Cambodia must also transition to a knowledge-based economy (where intellectual talent, rather than conventional industrial techniques, drives growth) in order to keep up with global advancements (Asian Development Bank, 2019). Given the importance of today’s youth to tomorrow’s labour force, it is imperative that we implement a comprehensive educational system that encourages creativity, critical thinking and technical proficiency.

While traditional industries continue to dominate the Cambodian economy, the technical sector is expanding, particularly in major cities like Phnom Penh (Ministry of Economy and Finance, 2021). However, obstacles such as a lack of financial resources, a restricted domestic market and a deficient infrastructure remain. There is still a large gap between urban and rural communities when it comes to accessing technology, which is slowing down an otherwise exciting field.

A notable concern in Cambodia’s economic landscape is the skills gap in STEM disciplines, which is particularly acute in areas critical for the 4IR, such as engineering and technology (UNESCO, 2020). Many graduates are unprepared for the demands of the present labour market because educational institutions prioritise general education over technical and vocational education that coincides with market needs. Cambodia’s education system, especially in the areas of science and engineering, needs a complete overhaul if it is to play a role in closing this gap. Access to education has improved, but challenges remain in terms of the system’s ability to provide students with a high-quality, up-to-date scientific and engineering education. Modernity and relevance in the curriculum, which are essential for learning advanced scientific and technical ideas, are often lacking.

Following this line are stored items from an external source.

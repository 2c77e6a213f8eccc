/* test-carrier-ops.c: the carrier operations (fermi-integral, band-gap,
 * carrier-statistics, sheet-density, drude, materials) through the JSON path. */
#include "op-test.h"
#include <glib.h>
#include <glib/gstdio.h>
#include <math.h>
#include <string.h>

#include "registry.h"
#include "bm-carriers.h"

/* CODATA 2018 (exact SI values for e and k_B, m_e to the digits shown);
 * GSL's headers carry an earlier set, hence relative tolerances near 1e-6. */
#define E_CHARGE 1.602176634e-19
#define M_E_KG   9.1093837015e-31
#define K_B_J    1.380649e-23


static double num(JsonObject *o, const char *key)
{
    return json_object_get_double_member(o, key);
}

static double rel(double a, double b)
{
    return fabs(a / b - 1.0);
}

static void test_fermi_integral(void)
{
    g_autoptr(JsonObject) r = op_call("fermi-integral", "{\"order\": 0.5, \"eta\": 0}");
    /* F_1/2(0) = (1 - 2^(-1/2)) zeta(3/2) = 0.7651470246 (DLMF 25.12(iii) with the
     * 1/Gamma(j+1) normalisation, the Dirichlet eta function; from memory) */
    g_assert_cmpfloat(fabs(num(r, "values") - 0.7651470246), <, 1e-10);
    g_assert_cmpstr(json_object_get_string_member(r, "normalisation"), ==, "1/Gamma(j+1)");

    g_autoptr(JsonObject) z = op_call("fermi-integral", "{\"order\": 0, \"eta\": [-3, 0, 2.5]}");
    JsonArray *v = json_object_get_array_member(z, "values");
    const double eta[3] = { -3, 0, 2.5 };
    for (guint i = 0; i < 3; i++)   /* F_0(eta) = ln(1 + e^eta) (identity) */
        g_assert_cmpfloat(rel(json_array_get_double_element(v, i), log1p(exp(eta[i]))), <, 1e-14);
    g_autoptr(JsonObject) one = op_call("fermi-integral", "{\"order\": 1, \"eta\": 0}");
    /* F_1(0) = eta(2) = pi^2 / 12 (Dirichlet eta function at 2; identity) */
    g_assert_cmpfloat(rel(num(one, "values"), G_PI * G_PI / 12.0), <, 1e-13);

    /* inverse: round trip through F_1/2 (identity), array form */
    g_autoptr(JsonObject) inv = op_call("fermi-integral",
        "{\"order\": 0.5, \"values\": [0.7651470246254079, 1e-5], \"inverse\": true}");
    JsonArray *e = json_object_get_array_member(inv, "eta");
    g_assert_cmpfloat(fabs(json_array_get_double_element(e, 0)), <, 1e-12);
    /* far below zero F_1/2(eta) = e^eta (1 - e^eta / 2^(3/2) + ...) (series; identity) */
    double x = 1e-5;
    g_assert_cmpfloat(fabs(json_array_get_double_element(e, 1) - log(x) - x / pow(2, 1.5)),
                      <, 1e-9);

    op_expect_invalid("fermi-integral", "{\"order\": 0.75, \"eta\": 0}", "\"order\"");
    op_expect_invalid("fermi-integral", "{\"order\": 1, \"values\": 1, \"inverse\": true}",
                   "order\" 0.5 only");
    op_expect_invalid("fermi-integral", "{\"order\": 0.5, \"values\": [1, -2], \"inverse\": true}",
                   "element 1 of \"values\"");
    op_expect_invalid("fermi-integral", "{\"order\": 0.5, \"values\": 0, \"inverse\": true}",
                   "key \"values\"");
    op_expect_invalid("fermi-integral", "{\"order\": 0.5}", "missing key \"eta\"");
}

static void test_band_gap(void)
{
    /* Si Varshni at 300 K: 1.1245 eV (Thurmond 1975; from memory) */
    g_autoptr(JsonObject) r = op_call("band-gap", "{\"material\": \"Si\", \"temperature_k\": 300}");
    g_assert_cmpfloat(fabs(num(r, "band_gap_ev") - 1.1245), <, 1e-4);
    g_assert_nonnull(strstr(json_object_get_string_member(r, "source"), "Thurmond"));

    /* Bose-Einstein form, inline: Eg0 - 2 a_B / (exp(Theta/T) - 1) (the formula of
     * Vina, Logothetidis & Cardona 1984; from memory), evaluated here */
    g_autoptr(JsonObject) b = op_call("band-gap",
        "{\"material\": {\"name\": \"X\", \"bose_einstein\": {\"eg0_ev\": 1.52, \"a_b_ev\": 0.057,"
        " \"theta_k\": 240}}, \"model\": \"bose-einstein\", \"temperatures_k\": [0, 77, 300]}");
    JsonArray *pts = json_object_get_array_member(b, "points");
    g_assert_cmpuint(json_array_get_length(pts), ==, 3);
    const double t[3] = { 0, 77, 300 };
    for (guint i = 0; i < 3; i++) {
        JsonObject *p = json_array_get_object_element(pts, i);
        double want = t[i] == 0 ? 1.52 : 1.52 - 2 * 0.057 / expm1(240.0 / t[i]);
        g_assert_cmpfloat(num(p, "temperature_k"), ==, t[i]);
        g_assert_cmpfloat(fabs(num(p, "band_gap_ev") - want), <, 1e-12);
    }

    op_expect_invalid("band-gap", "{\"material\": \"Si\", \"temperature_k\": 300, "
                   "\"model\": \"bose-einstein\"}", "material \"Si\" has a varshni gap model");
    /* one gap model per material */
    op_expect_invalid("band-gap", "{\"material\": {\"band_gap_ev\": 1.1, \"varshni\": "
                   "{\"eg0_ev\": 1.17, \"alpha_ev_per_k\": 4.73e-4, \"beta_k\": 636}}, "
                   "\"temperature_k\": 300}", "give one gap model");
    op_expect_invalid("band-gap", "{\"material\": \"Si\", \"temperatures_k\": [300, -4]}",
                   "element 1 of \"temperatures_k\"");
    op_expect_invalid("band-gap", "{\"material\": \"unobtainium\", \"temperature_k\": 300}",
                   "key \"material\"");
    op_expect_invalid("band-gap", "{\"material\": \"Si\"}", "\"temperature_k\"");
}

static const char *const P_SI =
    "\"donors\": [{\"species\": \"P\", \"density_cm3\": 1e16}]";

static void test_silicon(void)
{
    g_autofree char *req = g_strdup_printf("{\"material\": \"Si\", \"temperature_k\": 300, "
                                           "\"statistics\": \"boltzmann\", %s}", P_SI);
    g_autoptr(JsonObject) r = op_call("carrier-statistics", req);
    /* Nc(Si, 300 K) = 2.8e19 cm^-3 (Sze & Ng 2007 App. G; from memory; 1 %) */
    g_assert_cmpfloat(rel(num(r, "nc_cm3"), 2.8e19), <, 0.01);
    /* Nv(Si, 300 K) = 3.10e19 cm^-3 from the temperature-dependent hole DOS mass
     * fit quoted by Green, J. Appl. Phys. 67, 2944 (1990) (from memory; 2 %) */
    g_assert_cmpfloat(rel(num(r, "nv_cm3"), 3.10e19), <, 0.02);
    /* ni(Si, 300 K) = 1.08e10 cm^-3 (Green 1990; from memory): the textbook
     * formula with these masses and Thurmond's gap lands within 3 %.  Sze & Ng
     * 2007 App. G give 9.65e9 (from memory) with their lower Nv 2.65e19; both
     * are published, so against theirs the tolerance is 12 % (ni goes as
     * sqrt(Nv): the 15 % in Nv alone makes 7.5 %). */
    g_assert_cmpfloat(rel(num(r, "ni_cm3"), 1.08e10), <, 0.03);
    g_assert_cmpfloat(rel(num(r, "ni_cm3"), 9.65e9), <, 0.12);
    g_assert_nonnull(strstr(json_object_get_string_member(
        json_object_get_object_member(r, "sources"), "statistics_hole_dos_mass_me"), "Green"));
    /* n-Si, N_D = 1e16: Ec - EF = kT ln(Nc / N_D) = 0.2052 eV (textbook worked example,
     * Sze & Ng 2007 ch. 1; from memory). The example assumes full ionisation and
     * Nc = 2.8e19; P at 45 meV is 99.6 % ionised here: 1 meV tolerance. */
    g_assert_cmpfloat(fabs(num(r, "effective_band_gap_ev") - num(r, "fermi_level_ev") - 0.2052),
                      <, 1e-3);
    g_assert_cmpstr(json_object_get_string_member(r, "regime"), ==, "extrinsic");
    g_assert_cmpstr(json_object_get_string_member(r, "statistics"), ==, "boltzmann");
    /* charge neutrality n + N_A- = p + N_D+ (identity) */
    g_assert_cmpfloat(rel(num(r, "n_cm3"), num(r, "p_cm3") + num(r, "ionized_donors_cm3")),
                      <, 1e-10);
    /* n p = nie^2 with Boltzmann statistics (mass-action law with the narrowed
     * gap; identity) */
    g_assert_cmpfloat(rel(num(r, "n_cm3") * num(r, "p_cm3"),
                          num(r, "nie_cm3") * num(r, "nie_cm3")), <, 1e-9);
    JsonArray *per = json_object_get_array_member(r, "ionized_donors_per_species_cm3");
    g_assert_cmpuint(json_array_get_length(per), ==, 1);
    JsonObject *d0 = json_array_get_object_element(json_object_get_array_member(r, "donors"), 0);
    g_assert_cmpfloat(num(d0, "ionization_ev"), ==, 0.045);
    g_assert_nonnull(strstr(json_object_get_string_member(d0, "source"), "Sze"));
    g_assert_cmpstr(json_object_get_string_member(r, "fermi_level_reference"), ==,
                    "valence-band maximum");

    /* the same donor by its numbers gives the same Fermi level (round trip) */
    g_autoptr(JsonObject) r2 = op_call("carrier-statistics",
        "{\"material\": \"silicon\", \"temperature_k\": 300, \"statistics\": \"boltzmann\","
        " \"donors\": [{\"density_cm3\": 1e16, \"ionization_ev\": 0.045, \"degeneracy\": 2}]}");
    g_assert_cmpfloat(num(r2, "fermi_level_ev"), ==, num(r, "fermi_level_ev"));
}

/* Heavily doped n-Si at 300 K: Boltzmann overestimates n; the core's > 5 %
 * warning travels to the response (Fermi level near the band edge, common
 * practice, no source). */
static void test_degenerate_warning(void)
{
    g_autoptr(JsonObject) r = op_call("carrier-statistics",
        "{\"material\": \"Si\", \"temperature_k\": 300, \"donors\": "
        "[{\"density_cm3\": 5e19, \"ionization_ev\": 0.0}]}");
    JsonArray *w = json_object_get_array_member(r, "warnings");
    gboolean found = FALSE;
    for (guint i = 0; i < json_array_get_length(w); i++)
        found |= strstr(json_array_get_string_element(w, i), "Boltzmann") != NULL;
    g_assert_true(found);
    g_assert_cmpfloat(num(r, "boltzmann_deviation"), >, 0.05);
    /* 5e19 is echoed as valid JSON text (json-glib alone writes "5e+19.0") */
    JsonObject *d0 = json_array_get_object_element(json_object_get_array_member(r, "donors"), 0);
    g_assert_cmpfloat(num(d0, "density_cm3"), ==, 5e19);
}

static gboolean has_code(JsonObject *r, const char *code)
{
    JsonArray *c = json_object_get_array_member(r, "warning_codes");
    for (guint i = 0; i < json_array_get_length(c); i++)
        if (strcmp(json_array_get_string_element(c, i), code) == 0)
            return TRUE;
    return FALSE;
}

#define SI_AS_1E20 "{\"material\": \"Si\", \"temperature_k\": 300, \"donors\": " \
                   "[{\"species\": \"As\", \"density_cm3\": 1e20}]"
#define GAAS_SI_1E17 "{\"material\": \"GaAs\", \"temperature_k\": 300, \"donors\": " \
                     "[{\"species\": \"Si\", \"density_cm3\": 1e17}]"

Digital literacy and STEM education should be at the centre of any education reform in Cambodia. It’s crucial to get youth interested in and prepared for these subjects at a young age. College and university programmes should incorporate internships and other forms of hands-on experience to better prepare students for the workforce upon graduation. It is also important to invest in programmes that provide teachers with the training they need to properly teach complex topics. In addition to boosting Cambodia’s competitiveness in a technology-driven economy, these educational changes are crucial for ensuring the country’s progress is both inclusive and sustainable for all citizens.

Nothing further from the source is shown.